Stored data entries:
[Start of section]

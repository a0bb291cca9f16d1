package report

import (
	"bytes"
	"image"
	"image/png"
	"os"
	"path/filepath"
	"strings"
	"testing"

	"github.com/stretchr/testify/assert"
	"github.com/stretchr/testify/require"
)

// Text from the user (a scenario name, a verdict) is escaped, never run;
// figures are embedded; the verdict comes first; a missing figure is an
// error naming it, not a page with a broken image.
func TestWriteEscapesEmbedsAndOrders(t *testing.T) {
	dir := t.TempDir()
	var buf bytes.Buffer
	require.NoError(t, png.Encode(&buf, image.NewGray(image.Rect(0, 0, 3, 2))))
	require.NoError(t, os.WriteFile(filepath.Join(dir, "a.png"), buf.Bytes(), 0o644))
	r := &Report{Command: "test-burst", Title: "t", Version: "9.9",
		Verdict: Line{Text: `weak evidence <script>alert(1)</script>`, Tone: Caution},
		Tables:  []Table{{Title: "numbers", Rows: []Row{{Name: "p", Value: "0.03"}}}},
		Figures: []Figure{{File: "a.png", Caption: "a figure"}}}
	r.Scenario.Name = `<b>x</b>`
	r.Scenario.Hash = "abc123"
	var out bytes.Buffer
	require.NoError(t, r.Write(&out, func(n string) ([]byte, error) { return os.ReadFile(filepath.Join(dir, n)) }))
	page := out.String()
	assert.NotContains(t, page, "<script>alert(1)</script>")
	assert.Contains(t, page, "&lt;script&gt;")
	assert.NotContains(t, page, "<b>x</b>")
	assert.Contains(t, page, `src="data:image/png;base64,`)
	assert.Contains(t, page, "abc123")
	assert.Less(t, strings.Index(page, `id="verdict"`), strings.Index(page, `id="numbers"`))
	assert.Less(t, strings.Index(page, `id="numbers"`), strings.Index(page, `id="figures"`))
	assert.Less(t, strings.Index(page, `id="figures"`), strings.Index(page, `id="provenance"`))

	r.Figures = append(r.Figures, Figure{File: "missing.png"})
	err := r.Write(&out, func(n string) ([]byte, error) { return os.ReadFile(filepath.Join(dir, n)) })
	require.Error(t, err)
	assert.Contains(t, err.Error(), "missing.png")
}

[End of section]

▶ _What is being asked_: What is the number of lines in the entries above that contain the word "Buffer"? Answer with that number only.

▶ _Output of the task_: 2